(Dataset entries)
□ □ □

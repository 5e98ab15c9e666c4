"""The screen of `panelkit price`: what it costs, what drives it, what it rests on."""

from collections.abc import Sequence
from decimal import Decimal
from typing import Final

from panelkit.cli.screen import console, show_table
from panelkit.records import (
    LINE_WORDS,
    RESEARCH_USE,
    Assumption,
    BreakEven,
    PanelCost,
    PriceAnswer,
    ScenarioAnswer,
    Spares,
    SplitCost,
)

__all__ = ["show_answer"]

MOST_NAMED: Final = 8
MOST_DRIVERS: Final = 8
MOST_QUESTIONS: Final = 3
MOST_STAIRS: Final = 14


def show_answer(answer: PriceAnswer, *, every_assumption: bool) -> None:
    """Print an answer.

    Parameters
    ----------
    answer : PriceAnswer
        Priced scenarios.
    every_assumption : bool
        Defaults that change nothing too.
    """
    for scenario in answer.scenarios:
        _say_panel(answer, scenario)
    _costs(answer)
    for scenario in answer.scenarios:
        _scenario(answer, scenario)
    if len(answer.scenarios) == 1:
        _drivers(answer, answer.scenarios[0])
        _stairs(answer, answer.scenarios[0])
    else:
        _comparison(answer)
    _variations(answer)
    if answer.spares is not None:
        _spares(answer, answer.spares)
    _notes(answer, every_assumption)


def _scenario(answer: PriceAnswer, scenario: ScenarioAnswer) -> None:
    _how(answer, scenario)
    if len(scenario.costs) + len(scenario.refusals) > 1:
        _platforms(answer, scenario)
    if scenario.split is not None:
        _split(scenario.split, scenario)


def _notes(answer: PriceAnswer, every_assumption: bool) -> None:
    """Print what has to be asked, noticed, assumed and kept in mind."""
    for question in answer.questions[:MOST_QUESTIONS]:
        _say(question.verdict)
    if len(answer.questions) > MOST_QUESTIONS:
        left = [each.marker for each in answer.questions[MOST_QUESTIONS:]]
        _say(f"Quotes are missing for {_names(left)} too.")
    for finding in answer.findings:
        if finding.severity != "info":
            _say(f"{finding.severity}: {finding.message}. {finding.next_step}.")
    _assumptions(answer, every_assumption)
    for finding in answer.findings.of("info"):
        _say(f"Note: {finding.message}. {finding.next_step}.")
    _say("Prices are as given, net of tax, without inflation. A repeat runs the whole "
         "panel again.")  # fmt: skip
    _say(RESEARCH_USE)


def _say(text: str) -> None:
    console().print(text, markup=False)


def _amount(amount: Decimal | None) -> str:
    return "-" if amount is None else f"{amount:,f}"


def _range(low: Decimal, high: Decimal) -> str:
    return _amount(low) if low == high else f"{low:,f} to {high:,f}"


def _names(names: Sequence[str]) -> str:
    shown = ", ".join(names[:MOST_NAMED])
    left = len(names) - MOST_NAMED
    return f"{shown} and {left} more" if left > 0 else shown


def _count(number: int, name: str) -> str:
    return f"{number:,} {name}{'' if number == 1 else 's'}"


def _say_panel(answer: PriceAnswer, scenario: ScenarioAnswer) -> None:
    head = f"{scenario.name}: " if len(answer.scenarios) > 1 else ""
    _say(
        f"{head}{_count(len(scenario.markers), 'marker')} on {scenario.cost.platform}: "
        f"{_names(scenario.markers)}"
    )


def _costs(answer: PriceAnswer) -> None:
    costs = [scenario.cost for scenario in answer.scenarios]
    names = list(dict.fromkeys(line.name for cost in costs for line in cost.lines))
    names = [name for name in names if any(cost.line(name) for cost in costs)]
    two = len(costs) > 1
    header = ["", *(s.name if two else answer.currency for s in answer.scenarios)]
    if two:
        header.append("saved by B")
    rows = [
        [LINE_WORDS.get(name, name), *(_line(cost, name) for cost in costs)]
        for name in names
    ]
    rows.append(["total", *(_range(c.total, c.total_high) for c in costs)])
    rows.append(
        ["per result",
         *(_range(c.cost_per_result, c.cost_per_result_high) for c in costs)]
    )  # fmt: skip
    rows.append(["one-off", *(_amount(cost.one_off) for cost in costs)])
    rows.append(["running, per year", *(_amount(cost.per_year) for cost in costs)])
    if not two:
        header.append("share")
        for row, name in zip(rows, names, strict=False):
            row.append(_share(costs[0], name))
        for row in rows[len(names) :]:
            row.append("")
    if two:
        saved = dict(answer.saved)
        keys = [*names, "total", "per_result", "one_off", "per_year"]
        for row, key in zip(rows, keys, strict=True):
            row.append(_amount(saved[key]))
    show_table(
        f"{_count(answer.samples, 'result')} over {answer.horizon_months} months"
        + (f", {answer.currency}" if two else ""),
        header,
        rows,
        right=tuple(range(1, len(header))),
    )


def _line(cost: PanelCost, name: str) -> str:
    for line in cost.lines:
        if line.name == name:
            return _range(line.amount, line.amount_high)
    return _amount(Decimal(0))


def _share(cost: PanelCost, name: str) -> str:
    return f"{100 * float(cost.line(name) / cost.total):.0f} %" if cost.total else ""


def _how(answer: PriceAnswer, scenario: ScenarioAnswer) -> None:
    cost = scenario.cost
    head = f"{scenario.name}: " if len(answer.scenarios) > 1 else ""
    parts = []
    if cost.runs:
        fits = ", ".join(f"{n:,}" for n in dict.fromkeys(cost.samples_per_run))
        parts.append(
            f"{_count(cost.runs, 'run')} of {cost.positions_per_run:,} positions, "
            f"{100 * float(cost.fill):.0f} % full; {_count(cost.pools, 'pool')} a "
            f"sample, {fits} samples in a run"
        )
    parts.append(
        f"{cost.samples_run:,} samples run for {float(cost.results):,.1f} results"
    )
    for kit in cost.kits:
        unwanted = f", {len(kit.unwanted)} unwanted" if kit.unwanted else ""
        parts.append(
            f"{_count(kit.units, 'unit')} of kit {kit.kit} for "
            f"{_names(kit.covers)}{unwanted}"
        )
    if cost.kits:
        parts.append(
            "the cheapest choice of kits, proved" if cost.proved else "not proved"
        )
    _say(f"{head}{'; '.join(parts)}.")


def _platforms(answer: PriceAnswer, scenario: ScenarioAnswer) -> None:
    rows = [
        [
            cost.platform,
            _range(cost.total, cost.total_high),
            _range(cost.cost_per_result, cost.cost_per_result_high),
            f"{cost.runs:,}",
            "cheapest" if cost is scenario.cost else "",
        ]
        for cost in scenario.costs
    ]
    rows += [[name, "cannot", "", "", reason] for name, reason in scenario.refusals]
    head = f"{scenario.name}, by platform" if len(answer.scenarios) > 1 else "Platforms"
    show_table(
        head, ["platform", "total", "per result", "runs", ""], rows, right=(1, 2, 3)
    )


def _split(split: SplitCost, scenario: ScenarioAnswer) -> None:
    if len(split.parts) == 1:
        _say(
            f"No split over platforms is cheaper than {split.parts[0].platform} alone"
            + (" (all were priced)." if split.proved else " (not proved).")
        )
        return
    parts = [
        f"{_names(names)} on {cost.platform}"
        for cost, names in zip(split.parts, split.markers, strict=True)
    ]
    _say(
        f"Split over platforms: {'; '.join(parts)}: {_amount(split.total)}, "
        f"{_amount(scenario.cost.total - split.total)} less than on one"
        + (" (all splits were priced)." if split.proved else " (not proved).")
    )


def _drivers(answer: PriceAnswer, scenario: ScenarioAnswer) -> None:
    if len(scenario.drivers) < 2:
        return
    rows = [
        [
            each.marker,
            _amount(each.saving),
            _amount(each.own_one_off),
            _amount(each.own_reagent),
            each.by_kit,
        ]
        for each in scenario.drivers[:MOST_DRIVERS]
    ]
    n, least = len(scenario.drivers), scenario.drivers[-1].saving
    if n > 2 and least == scenario.drivers[0].saving:
        _say(
            f"Leaving out any one of the {n} markers saves the same: {_amount(least)} "
            f"{answer.currency}."
        )
        return
    few = f"; the first {MOST_DRIVERS} of {n}" if n > MOST_DRIVERS else ""
    show_table(
        f"Leaving one marker out saves (savings are no shares of the total){few}",
        ["marker", "saves", "its development", "its reagent", "kit"],
        rows,
        right=(1, 2, 3),
    )


def _stairs(answer: PriceAnswer, scenario: ScenarioAnswer) -> None:
    own = len(scenario.markers)
    stairs = scenario.stairs
    start = max(0, min(own - MOST_STAIRS // 2, len(stairs) - MOST_STAIRS))
    rows = [
        [
            f"{each.size}{' *' if each.size == own else ''}",
            _amount(each.total),
            _amount(each.cost_per_result),
            _amount(each.marginal),
            each.step,
        ]
        for each in stairs[start : start + MOST_STAIRS]
    ]
    show_table(
        "Cost against size, in the order given (* this panel)",
        ["markers", "total", "per result", "the last one adds", "needs more"],
        rows,
        right=(0, 1, 2, 3),
    )
    down = scenario.step_down
    if down is None:
        _say("No smaller panel saves a step.")
    else:
        _say(
            f"Next step down: remove {_count(down.remove, 'marker')} "
            f"({_names(down.markers)}) to save {down.saves}: {_amount(down.saving)} "
            f"{answer.currency}."
        )


def _comparison(answer: PriceAnswer) -> None:
    _say(answer.ranking)
    if answer.break_even is not None:
        _say(_break_even(answer.break_even))
    if answer.change_cost is not None:
        cost = _amount(answer.change_cost)
        if answer.payback is None:
            _say(f"A change that costs {cost} is never paid back: B saves nothing.")
        else:
            months = _count(answer.payback, "month")
            _say(f"A change that costs {cost} has paid for itself after {months}.")


def _break_even(found: BreakEven) -> str:
    if found.first is None:
        return f"B is not cheaper at any number of samples up to {found.largest:,}."
    if found.stays_from == 1:
        return f"B is cheaper at every number of samples up to {found.largest:,}."
    text = f"Break-even: B is cheaper for the first time at {found.first:,} samples"
    if found.crossings:
        changes = [f"{each.samples:,} ({each.cheaper})" for each in found.crossings]
        text += f"; the cheaper one changes at {_names(changes)}"
    if found.stays_from is not None:
        text += (
            f"; from {found.stays_from:,} on B stays cheaper up to {found.largest:,}"
        )
    return f"{text}."


def _variations(answer: PriceAnswer) -> None:
    two = len(answer.scenarios) > 1
    for key in dict.fromkeys(each.key for each in answer.variations):
        rows = [
            [
                *([each.scenario] if two else []),
                each.value,
                each.platform or "none can run it",
                _amount(each.total),
                _amount(each.cost_per_result),
                f"{each.runs:,}",
                f"{100 * float(each.fill):.1f} %",
                f"{each.groups}",
            ]
            for each in answer.variations
            if each.key == key
        ]
        header = [*(["scenario"] if two else []), key, "platform", "total",
                  "per result", "runs", "full", "runs a sample"]  # fmt: skip
        right = tuple(i for i in range(len(header)) if header[i] != "platform")
        show_table(f"Other values of {key}", header, rows, right=right)


def _spares(answer: PriceAnswer, spares: Spares) -> None:
    chance = f"{100 * spares.probability:g} %"
    without = f"{100 * spares.reached_without:.1f} %"
    if not spares.enough:
        _say(
            f"Even with all {_count(len(spares.spares), 'stand-in')} ordered, "
            f"{spares.wanted} assays work with {100 * spares.reached:.1f} %, below "
            f"the {chance} asked for."
        )
    elif not spares.spares:
        _say(f"No spare is needed: {spares.wanted} assays work with {without}.")
    else:
        _say(
            f"Order {spares.order} assays so that {spares.wanted} work with {chance}: "
            f"{_count(len(spares.spares), 'spare')} ({_names(spares.spares)}) raise it "
            f"from {without} to {100 * spares.reached:.1f} %."
        )
    if spares.spend is not None and spares.spend_one_by_one is not None:
        _say(
            f"Development of all at once {_amount(spares.spend)} {answer.currency}; if "
            f"spares are ordered only once they are needed, "
            f"{_amount(spares.spend_one_by_one)} is expected."
        )


def _assumptions(answer: PriceAnswer, every: bool) -> None:
    for scenario in answer.scenarios:
        grouped: dict[str, list[Assumption]] = {}
        for each in scenario.assumptions:
            if not every and (each.source == "file" or _is_nothing(each)):
                continue
            grouped.setdefault(each.source, []).append(each)
        if not grouped:
            continue
        head = f" of {scenario.name}" if len(answer.scenarios) > 1 else ""
        if head and scenario is not answer.scenarios[0] and not every:
            first = set(answer.scenarios[0].assumptions)
            grouped = {
                source: fresh
                for source, kept in grouped.items()
                if (fresh := [each for each in kept if each not in first])
            }
        if grouped:
            _say(f"Assumptions{head}")
        for source, kept in grouped.items():
            _say(f"  {source}: {_said(kept)}")


def _said(kept: Sequence[Assumption]) -> str:
    """Return keys and values; those of a platform behind its name."""
    places: dict[str, list[str]] = {}
    for each in kept:
        place, _dot, key = each.key.rpartition(".")
        places.setdefault(place, []).append(f"{key} {each.value}")
    return "; ".join(
        (f"{place}: " if place else "") + ", ".join(said)
        for place, said in places.items()
    )


def _is_nothing(assumption: Assumption) -> bool:
    """Whether a default adds nothing to the cost: no price, no limit."""
    return assumption.source == "default" and assumption.value in ("0", "none", "")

□ □ □

For the string "Decimal", return every line of the data where it appears.

RESPONSE:
from decimal import Decimal
def _amount(amount: Decimal | None) -> str:
def _range(low: Decimal, high: Decimal) -> str:
    return _amount(Decimal(0))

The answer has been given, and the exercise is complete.